Entries supplied |

/**
 * The command line: parse, dispatch, and turn every error into one stderr
 * line and an exit code (2 usage, 1 failure). Commands only parse options and
 * call the library.
 */
import { Command, CommanderError } from 'commander';
import { InputError } from '../errors.ts';
import type { CommandContext } from './context.ts';
import { asFlags } from './flags.ts';
import { printable } from '../batch/printable.ts';
import { toolVersion } from './version.ts';

export const EXIT_OK = 0;
export const EXIT_FAILURE = 1;
export const EXIT_USAGE = 2;
/** 128 + SIGINT, as shells report an interrupted command. */
export const EXIT_INTERRUPTED = 130;

export { toolVersion };

type Register = (program: Command, context: CommandContext) => void;

/**
 * Each command's module, loaded only when that command runs: `list` need not
 * load the batch's schema library, nor `local` the drawing code. Help and
 * unknown commands load them all (to list them, or to suggest one).
 */
const COMMANDS: Record<string, () => Promise<Register>> = {
  list: async () => (await import('./commands/list.ts')).registerList,
  map: async () => (await import('./commands/map.ts')).registerMap,
  local: async () => (await import('./commands/local.ts')).registerLocal,
  sky: async () => (await import('./commands/sky.ts')).registerSky,
  diagram: async () => (await import('./commands/diagram.ts')).registerDiagram,
  caption: async () => (await import('./commands/caption.ts')).registerCaption,
  batch: async () => (await import('./commands/batch.ts')).registerBatch,
};

/** The command the arguments name, if it is one of ours: the first argument that is not an option. */
function commandAsked(args: readonly string[]): string | undefined {
  const first = args.find((arg) => !arg.startsWith('-'));
  return first !== undefined && Object.hasOwn(COMMANDS, first) ? first : undefined;
}

async function buildProgram(context: CommandContext, args: readonly string[]): Promise<Command> {
  const program = new Command('umbracast')
    .description('Lunar eclipses: when, where the Moon is up, and how it looks from your town.')
    .version(toolVersion(), '-V, --version', 'print the version')
    .helpOption('-h, --help', 'show help')
    .showSuggestionAfterError(true)
    .exitOverride()
    .configureOutput({
      writeOut: (text) => context.stdout(text),
      // Commander's own messages are reformatted in main(); swallow its raw output.
      writeErr: () => undefined,
      outputError: () => undefined,
    });
  const asked = commandAsked(args);
  for (const name of asked !== undefined ? [asked] : Object.keys(COMMANDS)) (await COMMANDS[name]!())(program, context);
  for (const command of program.commands) {
    command.exitOverride().configureOutput({ writeOut: (t) => context.stdout(t), writeErr: () => undefined, outputError: () => undefined });
  }
  return program;
}

const defaultContext: CommandContext = {
  stdout: (text) => process.stdout.write(text),
  stderr: (text) => process.stderr.write(text),
  now: () => new Date(),
  isTerminal: () => Boolean(process.stderr.isTTY),
};

// Every error is one line, whatever arrived: what came from outside (an option's value, a path, a
// place name) is shown with its line breaks, terminal escapes and direction marks escaped.
/** Run the CLI with arguments (without node and script); resolves to the exit code. */
export async function main(args: readonly string[], context: CommandContext = defaultContext): Promise<number> {
  const program = await buildProgram(context, args);
  if (args.length === 0) {
    context.stdout(program.helpInformation());
    return EXIT_OK;
  }
  try {
    await program.parseAsync([...args], { from: 'user' });
    return EXIT_OK;
  } catch (error) {
    if (error instanceof CommanderError) {
      if (error.exitCode === 0) return EXIT_OK; // --help, --version
      context.stderr(`umbracast: ${printable(error.message.replace(/^error: /, '').split('\n')[0]!)}\n`);
      return EXIT_USAGE;
    }
    if (error instanceof InputError) {
      // The library names its parameters; the user typed flags.
      context.stderr(`umbracast: ${printable(asFlags(error).message)}\n`);
      return EXIT_USAGE;
    }
    if (error instanceof Error && error.name === 'BatchInterrupted') {
      context.stderr(`umbracast: ${error.message}\n`);
      return EXIT_INTERRUPTED;
    }
    const message = error instanceof Error ? error.message : String(error);
    context.stderr(`umbracast: failed: ${printable(message.split('\n')[0]!)}\n`);
    return EXIT_FAILURE;
  }
}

What is being asked |
Please determine the number of lines in the records above that include the string "stderr", and answer with that number only.

Finished task |
7